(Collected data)
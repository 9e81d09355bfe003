"""Where the explorer keeps the user's files: saved presets and the session autosave.

The data folder is the platform's user data directory (via platformdirs),
or ``$PROTOMIX_DATA_DIR`` when that is set. Presets live in its ``presets``
sub-folder; the running session is autosaved to ``session.toml`` so that a
dropped connection loses nothing. Every write goes through
:func:`chem.save_preset`, which is atomic. Nothing here touches chemistry:
mixtures are read and written by :mod:`chem`.
"""

from __future__ import annotations

import os
import re
from dataclasses import dataclass
from pathlib import Path

import chem

DATA_DIR_ENV = "PROTOMIX_DATA_DIR"
AUTOSAVE_NAME = "session.toml"

_NAME_OK = re.compile(r"^[A-Za-z0-9][A-Za-z0-9 _.+-]{0,79}$")


class StorageError(Exception):
    """A file name or folder problem, with a one-line message for the user."""


@dataclass(frozen=True)
class PresetEntry:
    """One preset file as listed in the picker."""

    path: Path
    title: str
    """The preset's title, or its file name when it has none."""
    shipped: bool
    """True for presets shipped with protomix, False for the user's own."""
    problem: str | None = None
    """Why the file cannot be opened, or None when it loads."""

    @property
    def name(self) -> str:
        """File name without the ``.toml`` suffix."""
        return self.path.name.removesuffix(".toml")


def data_dir() -> Path:
    """The folder for the user's protomix files (not created here)."""
    override = os.environ.get(DATA_DIR_ENV)
    if override:
        return Path(override).expanduser()
    from platformdirs import user_data_dir

    return Path(user_data_dir("protomix", appauthor=False))


def presets_dir() -> Path:
    """The folder of the user's own presets (not created here)."""
    return data_dir() / "presets"


def autosave_path() -> Path:
    """The file the running session is autosaved to."""
    return data_dir() / AUTOSAVE_NAME


def preset_path(name: str) -> Path:
    """The user preset file for ``name``; raises :class:`StorageError` for an unusable name."""
    name = name.strip().removesuffix(".toml").strip()
    if not name:
        raise StorageError("give the preset a name")
    if not _NAME_OK.match(name):
        raise StorageError("use letters, digits, spaces and - _ . + only (at most 80 characters, "
                           "starting with a letter or digit)")
    return presets_dir() / f"{name}.toml"


def _entry(path, shipped: bool) -> PresetEntry:
    name = path.name
    try:
        mixture = chem.loads_preset(path.read_bytes(), name)
    except chem.ChemError as exc:
        return PresetEntry(Path(str(path)), name.removesuffix(".toml"), shipped, str(exc))
    except OSError as exc:
        return PresetEntry(Path(str(path)), name.removesuffix(".toml"), shipped, exc.strerror or str(exc))
    return PresetEntry(Path(str(path)), mixture.title or name.removesuffix(".toml"), shipped)


def list_presets() -> list[PresetEntry]:
    """Shipped presets, then the user's own, each sorted by file name."""
    entries = [_entry(p, True) for p in chem.shipped_presets()]
    folder = presets_dir()
    if folder.is_dir():
        entries += [_entry(p, False) for p in sorted(folder.glob("*.toml")) if not p.name.startswith(".")]
    return entries


def save_user_preset(mixture: chem.Mixture, name: str, *, overwrite: bool = False) -> Path:
    """Save ``mixture`` as the user preset ``name`` (atomic; refuses to overwrite unless asked)."""
    path = preset_path(name)
    try:
        path.parent.mkdir(parents=True, exist_ok=True)
    except OSError as exc:
        raise StorageError(f"cannot create {path.parent} ({exc.strerror})") from None
    return chem.save_preset(mixture, path, overwrite=overwrite)


def write_autosave(mixture: chem.Mixture) -> Path:
    """Autosave the session's mixture (atomic, replacing the previous autosave)."""
    path = autosave_path()
    try:
        path.parent.mkdir(parents=True, exist_ok=True)
    except OSError as exc:
        raise StorageError(f"cannot create {path.parent} ({exc.strerror})") from None
    return chem.save_preset(mixture, path, overwrite=True)


def read_autosave() -> chem.Mixture | None:
    """The autosaved mixture of a session that did not end cleanly, or None.

    Raises :class:`chem.ChemError` when the file exists but cannot be read.
    """
    path = autosave_path()
    if not path.is_file():
        return None
    return chem.load_preset(path)


def set_aside_autosave() -> Path:
    """Move an unreadable autosave out of the way (kept for inspection); returns where it went."""
    path = autosave_path()
    aside = path.with_name("session-unreadable.toml")
    path.replace(aside)
    return aside


def clear_autosave() -> None:
    """Forget the autosave (the session ended cleanly)."""
    try:
        autosave_path().unlink()
    except FileNotFoundError:
        pass
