def _sweep_saturation(curve, request: PlotRequest, *, xlabel: str, xlim: tuple[float, float],
                      xticks: Sequence[float], xtick_label: Callable[[float], str], mark: Mark) -> Drawing:
    """The saturation index of every candidate solid along a sweep, SI = 0 drawn as a line."""
    from tui.widgets.line_plot import draw_lines, index_axis   # noqa: PLC0415 - imports this module

    if not curve.solids:
        return Drawing("No solid can form from this mixture's systems: no saturation index to show.\n"
                       "Press v and show the pH instead.", note=True)
    series = [(name, curve.saturation[:, k]) for k, name in enumerate(curve.solids)]
    ylim, yticks = index_axis([v for _, v in series], _y_most(request.height - 4), SI_SPAN)
    shown = [(name, v) for name, v in series if np.nanmax(v) > ylim[0]]
    notes = ["SI = log(IAP/Ksp); above 0 supersaturated"]
    if len(shown) < len(series):
        hidden = len(series) - len(shown)
        notes.append(f"{hidden} solid{'s' * (hidden != 1)} below SI {ylim[0]:g} not drawn")
    notes += _unconverged(curve.converged)
    return draw_lines(np.asarray(curve.x), shown, request, xlabel=_say(xlabel, request), xlim=xlim, xticks=xticks,
                      xtick_label=xtick_label, ylabel="SI", ylim=ylim, yticks=yticks,
                      marks=[Mark(mark.x, _say(mark.label, request))] if math.isfinite(mark.x) else [],
                      hlines=(0.0,), notes=notes)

## Problem
Nothing but the lines from the line containing "hidden = len(series) - len(shown)" through the final line of the entries should appear in your answer, copied exactly.

## Written response
        hidden = len(series) - len(shown)
        notes.append(f"{hidden} solid{'s' * (hidden != 1)} below SI {ylim[0]:g} not drawn")
    notes += _unconverged(curve.converged)
    return draw_lines(np.asarray(curve.x), shown, request, xlabel=_say(xlabel, request), xlim=xlim, xticks=xticks,
                      xtick_label=xtick_label, ylabel="SI", ylim=ylim, yticks=yticks,
                      marks=[Mark(mark.x, _say(mark.label, request))] if math.isfinite(mark.x) else [],
                      hlines=(0.0,), notes=notes)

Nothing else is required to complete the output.